Тут-то и появилась затея с "Среднерусской Возвышенностью".

Она была абсолютно точной, была тем, что надо было сделать. Ее автор – Свен Гундлах, отбарабанивший два года в армии на Сахалине и недавно вернувшийся в Москву. Свен, всегда чутко ощущавший сквозняки, гулявшие по обществу, в армии нанюхался реальности. Его рассказы про службу в этой чудовищной организации были гениальны.

Он рассказывал, что главное – ничего не делать, не соваться на глаза начальству, и что самые счастливые его дни и ночи были, когда ему удавалось ускользнуть от общения с офицерами и сержантами, от разговоров с сослуживцами и от тупой работы, – как хорошо было несколько суток провести в котельной, отсыпаясь на грязном матрасе рядом с горячей трубой и питаясь едой, тайком принесенной в подвал друзьями.

Рассказывал он много – такие истории про армию, впрочем, знают все.  

Но Свен рассказывал и про то, как за непослушание отправляли в "ТАКОЕ", в Такоэ, глухое жуткое место, название которого осталось с японских времен. Там было страшно.

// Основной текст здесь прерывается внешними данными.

#[cfg(test)]
mod tests {
    use super::*;
    use crate::diagnostics::tail_size;
    use crate::random::rng;
    use rand::Rng;

    const TAG: u64 = 0x7374_6162;

    fn heavy(n: usize, xi: f64, seed: u64) -> Vec<f64> {
        let mut r = rng(seed ^ TAG);
        (0..n)
            .map(|_| ((1.0 - r.random::<f64>()).powf(-xi) - 1.0) / xi)
            .collect()
    }

    fn mean(v: &[f64]) -> f64 {
        v.iter().sum::<f64>() / v.len() as f64
    }

    #[test]
    fn normalisation_gives_mean_one() {
        let w = heavy(1234, 0.6, 1);
        let s = stabilize(&w, &StabilizeOptions::new()).unwrap();
        assert!((mean(&s.weights) - 1.0).abs() < 1e-12);
        assert_eq!(s.report.steps.len(), 1);
        assert_eq!(s.report.steps[0].step, "normalize");
        // Proportional to the input.
        let c = s.weights[0] / w[0];
        assert!(s
            .weights
            .iter()
            .zip(&w)
            .all(|(a, b)| (a - c * b).abs() <= 1e-12 * a.max(1.0)));
    }

    #[test]
    fn bounds_hold_after_normalisation() {
        let w = heavy(2000, 0.9, 2);
        let o = StabilizeOptions::new().lower(0.2).upper(5.0);
        let s = stabilize(&w, &o).unwrap();
        assert!((mean(&s.weights) - 1.0).abs() < 1e-12);
        assert!(s.weights.iter().all(|x| (0.2..=5.0).contains(x)));
        assert!(s.weights.contains(&5.0) && s.weights.contains(&0.2));
        let names: Vec<&str> = s.report.steps.iter().map(|r| r.step.as_str()).collect();
        assert_eq!(names, ["lower", "upper", "normalize"]);
        assert_eq!(s.report.upper_used, Some(5.0));
        // Truncation (Ionides 2008): every weight at most sqrt(n) times the mean (= 1) after
        // normalisation.
        let s = stabilize(&w, &StabilizeOptions::new().truncate(true)).unwrap();
        let lim = (2000f64).sqrt();
        assert!((mean(&s.weights) - 1.0).abs() < 1e-12);
        assert!(s.weights.iter().all(|x| *x <= lim));
        assert!(s
            .report
            .steps
            .iter()
            .any(|r| r.step == "truncate" && r.rows_changed > 0));
        // Without normalisation: min(w, sqrt(n) * mean(w)) exactly as Ionides (2008).
        let s = stabilize(&w, &StabilizeOptions::new().truncate(true).normalize(false)).unwrap();
        let level = lim * mean(&w);
        assert!(s.weights.iter().zip(&w).all(|(a, b)| *a == b.min(level)));
    }

    #[test]
    fn flattening_and_quantile_clipping() {
        let w = [0.0, 1.0, 4.0, 9.0];
        let s = stabilize(&w, &StabilizeOptions::new().power(0.5).normalize(false)).unwrap();
        assert_eq!(s.weights, vec![0.0, 1.0, 2.0, 3.0]);
        // power 0: every non-zero weight equal, zeros stay zero.
        let s = stabilize(&w, &StabilizeOptions::new().power(0.0)).unwrap();
        assert_eq!(s.weights, vec![0.0, 4.0 / 3.0, 4.0 / 3.0, 4.0 / 3.0]);
        // Median of [1, 2, 3, 4, 100] is 3 (numpy.quantile linear): clip, no normalisation.
        let s = stabilize(
            &[1.0, 2.0, 3.0, 4.0, 100.0],
            &StabilizeOptions::new().upper_quantile(0.5).normalize(false),
        )
        .unwrap();
        assert_eq!(s.weights, vec![1.0, 2.0, 3.0, 3.0, 3.0]);
        assert_eq!(s.report.steps[0].rows_changed, 2);
    }

    #[test]
    fn options_are_checked_by_name() {
        let w = [1.0, 2.0];
        for (o, name) in [
            (StabilizeOptions::new().power(1.5), "power"),
            (StabilizeOptions::new().upper(0.5), "upper"),
            (StabilizeOptions::new().lower(2.0), "lower"),
            (
                StabilizeOptions::new().upper_quantile(0.0),
                "upper_quantile",
            ),
            (StabilizeOptions::new().lower(f64::NAN), "lower"),
            (
                StabilizeOptions::new()
                    .normalize(false)
                    .lower(3.0)
                    .upper(2.0),
                "lower",
            ),
        ] {
            match stabilize(&w, &o) {
                Err(Error::InvalidParameter { name: got, .. }) => assert_eq!(got, name),
                other => panic!("{name}: unexpected {other:?}"),
            }
        }
        // Mean 1 is impossible with upper = 1.5 when only 1 of 4 rows is non-zero.
        assert!(stabilize(&[0.0, 0.0, 0.0, 1.0], &StabilizeOptions::new().upper(1.5)).is_err());
        assert!(matches!(
            stabilize(&[1.0, -2.0], &StabilizeOptions::new()),
            Err(Error::InvalidWeights { .. })
        ));
    }

    #[test]
    fn pareto_smoothing_keeps_order_and_changes_only_the_tail() {
        let n = 4000;
        let w = heavy(n, 0.9, 3);
        let s = stabilize(&w, &StabilizeOptions::new().smooth(true).normalize(false)).unwrap();
        let m = tail_size(n);
        let mut order: Vec<usize> = (0..n).collect();
        order.sort_by(|&i, &j| w[i].total_cmp(&w[j]));
        // Untouched below the tail, order kept everywhere (PSIS, Vehtari et al. 2024).
        for (rank, &i) in order.iter().enumerate() {
            if rank < n - m {
                assert_eq!(s.weights[i], w[i]);
            }
        }
        for p in order.windows(2) {
            assert!(s.weights[p[0]] <= s.weights[p[1]]);
        }
        let changed = s.report.steps[0].rows_changed;
        assert!(changed > 0 && changed <= m);
        // Capped at the largest raw weight.
        let wmax = w.iter().copied().fold(0.0, f64::max);
        assert!(s.weights.iter().all(|x| *x <= wmax));
        // A short tail (fewer than 5 rows) is left alone.
        let small = [3.0, 1.0, 2.0, 50.0, 4.0, 0.5, 7.0, 1.5, 2.5, 9.0];
        let s = stabilize(
            &small,
            &StabilizeOptions::new().smooth(true).normalize(false),
        )
        .unwrap();
        assert_eq!(s.weights, small.to_vec());
        assert_eq!(s.report.steps[0].rows_changed, 0);
    }
}
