/// KLIEP configuration. Build with [`KLRatio::new`] and the setters.
#[derive(Debug, Clone, PartialEq)]
pub struct KLRatio {
    /// Kernel width in standardised units; `None` (default) chooses it by likelihood CV.
    pub sigma: Option<f64>,
    /// Number of kernel centres drawn from the target (default 200, at least 1; capped at n_t).
    pub n_basis: usize,
    /// Cross-validation folds (default 5, at least 2).
    pub folds: usize,
    /// Seed of centres, folds and the median-heuristic subsample (default 0).
    pub seed: u64,
    /// Which rows the cross-validation holds out (default source and target).
    pub cv: KliepCv,
    /// Candidate widths as multiples of the median distance (default 1/8 ... 8, seven values).
    pub sigma_multiples: Vec<f64>,
    /// Stop when the certified bound on the objective gap is below this (default 1e-6, > 0).
    pub tol: f64,
    /// Most ascent steps per fit (default 10,000, at least 1).
    pub max_iter: usize,
    /// One-standard-error rule: the widest width whose mean CV score is within this many
    /// standard errors of the best is chosen (default 1.0; 0 picks the best mean).
    pub se_margin: f64,
}

impl Default for KLRatio {
    fn default() -> Self {
        Self {
            sigma: None,
            n_basis: 200,
            folds: 5,
            seed: 0,
            cv: KliepCv::SourceAndTarget,
            sigma_multiples: vec![0.125, 0.25, 0.5, 1.0, 2.0, 4.0, 8.0],
            tol: 1e-6,
            max_iter: 10_000,
            se_margin: 1.0,
        }
    }
}

impl KLRatio {
    /// Defaults: width by source-and-target likelihood CV, 200 centres, 5 folds, seed 0.
    pub fn new() -> Self {
        Self::default()
    }
    /// Fixes the kernel width (standardised units, > 0).
    pub fn sigma(mut self, sigma: Option<f64>) -> Self {
        self.sigma = sigma;
        self
    }
    /// Number of centres (>= 1).
    pub fn n_basis(mut self, n: usize) -> Self {
        self.n_basis = n;
        self
    }
    /// Cross-validation folds (>= 2).
    pub fn folds(mut self, k: usize) -> Self {
        self.folds = k;
        self
    }
    /// Seed of every random choice.
    pub fn seed(mut self, seed: u64) -> Self {
        self.seed = seed;
        self
    }
    /// Cross-validation variant.
    pub fn cv(mut self, cv: KliepCv) -> Self {
        self.cv = cv;
        self
    }
    /// Width grid, as multiples of the median distance (each > 0).
    pub fn sigma_multiples(mut self, m: Vec<f64>) -> Self {
        self.sigma_multiples = m;
        self
    }
    /// Stopping tolerance on the certified objective gap (> 0).
    pub fn tol(mut self, tol: f64) -> Self {
        self.tol = tol;
        self
    }
    /// Most ascent steps per fit (>= 1).
    pub fn max_iter(mut self, n: usize) -> Self {
        self.max_iter = n;
        self
    }

    /// Margin of the one-standard-error width rule, in standard errors (finite, >= 0).
    pub fn se_margin(mut self, m: f64) -> Self {
        self.se_margin = m;
        self
    }

    /// Rejects out-of-range settings with an error naming the parameter.
    pub fn check(&self) -> Result<()> {
        if let Some(s) = self.sigma {
            kernel::check_sigma("sigma", s)?;
        }
        if self.n_basis == 0 {
            return Err(Error::param("n_basis", "must be at least 1"));
        }
        crate::data::check_folds(self.folds)?;
        super::check_grid("sigma_multiples", &self.sigma_multiples, false)?;
        if !(self.tol.is_finite() && self.tol > 0.0) {
            return Err(Error::param(
                "tol",
                format!("must be finite and > 0, got {}", self.tol),
            ));
        }
        if self.max_iter == 0 {
            return Err(Error::param("max_iter", "must be at least 1"));
        }
        if !(self.se_margin.is_finite() && self.se_margin >= 0.0) {
            return Err(Error::param(
                "se_margin",
                format!("must be finite and >= 0, got {}", self.se_margin),
            ));
        }
        Ok(())
    }
}

/// The outcome of one KLIEP fit.
#[derive(Debug, Clone)]
pub(crate) struct KliepSolution {
    /// Coefficients alpha (one per column of the kernel matrix).
    pub alpha: Vec<f64>,
    /// Final objective 1/n_t sum_t log r(x_t).
    pub objective: f64,
    /// Certified bound on f* - f at the returned point.
    pub gap: f64,
    /// Ascent steps taken.
    pub iterations: usize,
}

/// Maximises 1/n sum_t log (A alpha)_t subject to h' alpha = 1, alpha >= 0, where `a` is the
/// row-major n x b target kernel matrix and `h` the mean source kernel vector (see the module doc
/// for the method and its stopping rule), for several such problems at once.
///
/// The problems share the kernel matrix `a` (row-major, n x b) and are solved in lockstep,
/// with one pass over `a` per round serving every unfinished problem. Problem k is
/// `(h_k, skip_k)`: its rows are those whose label in `row_fold` differs from `skip_k` (every row
/// when `skip_k` or `row_fold` is `None`), its columns those with h_kl > 0 (the others keep
/// alpha_l = 0, which is the same problem as dropping them). Each problem follows exactly the
/// iteration of a solve on its own (same iterates up to the order of floating-point sums); only
/// the reads of `a` are shared, so a round costs one sweep of memory instead of one per problem.
/// An entry is `None` when some row of that problem has no kernel mass at all (every
/// k(x_t, c_l) underflows to 0), so that its objective is -infinity for every alpha.
pub(crate) fn solve_kliep_batch(
    a: &[f64],
    b: usize,
    row_fold: Option<&[usize]>,
    problems: &[(Vec<f64>, Option<usize>)],
    tol: f64,
    max_iter: usize,
) -> Vec<Option<KliepSolution>> {
    let n = a.len() / b.max(1);
    let in_problem = |t: usize, skip: Option<usize>| match (row_fold, skip) {
        (Some(rf), Some(s)) => rf[t] != s,
        _ => true,
    };
    let mut states: Vec<Squarem> = problems
        .iter()
        .map(|(h, skip)| {
            let rows = (0..n).filter(|&t| in_problem(t, *skip)).count();
            Squarem::new(h, rows)
        })
        .collect();
    loop {
        let live: Vec<usize> = (0..states.len())
            .filter(|&k| states[k].result.is_none())
            .collect();
        if live.is_empty() {
            break;
        }
        let points: Vec<&[f64]> = live.iter().map(|&k| states[k].point.as_slice()).collect();
        let skips: Vec<Option<usize>> = live.iter().map(|&k| problems[k].1).collect();
        let m = live.len();
        let pass = LockstepPass {
            a,
            b,
            row_fold,
            points: &points,
            skips: &skips,
        };
        // Per live problem: sum of log u_t, sum of row_t / u_t, and "some row has u_t <= 0".
        let (obj, grad, dead) = par::reduce_chunks(
            n,
            (vec![0.0f64; m], vec![0.0f64; m * b], vec![false; m]),
            |start, end| pass.chunk(start, end),
            |acc, p| {
                par::add_into(&mut acc.0, &p.0);
                par::add_into(&mut acc.1, &p.1);
                for (x, y) in acc.2.iter_mut().zip(&p.2) {
                    *x |= *y;
                }
            },
        );
        for (j, &k) in live.iter().enumerate() {
            let out = if dead[j] {
                None
            } else {
                Some(states[k].finish_pass(obj[j], &grad[j * b..(j + 1) * b], &problems[k].0))
            };
            states[k].receive(out, tol, max_iter);
        }
    }
    states.into_iter().map(|s| s.result.flatten()).collect()
}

И он показал номер окружной дальневосточной газеты "Суворовский натиск", где было напечатано открытое письмо ефрейтора Звездочетова, служившего в Петропавловске-Камчатском, рядовому Гундлаху, озаглавленное "Наш дом – Россия". Ефрейтор призывал солдата признать свою вину перед Советской Родиной и искупить ее, честно отслужив срок под гордыми знаменами. Свен в ответе вяло признавался в грехах и обещал быть хорошим.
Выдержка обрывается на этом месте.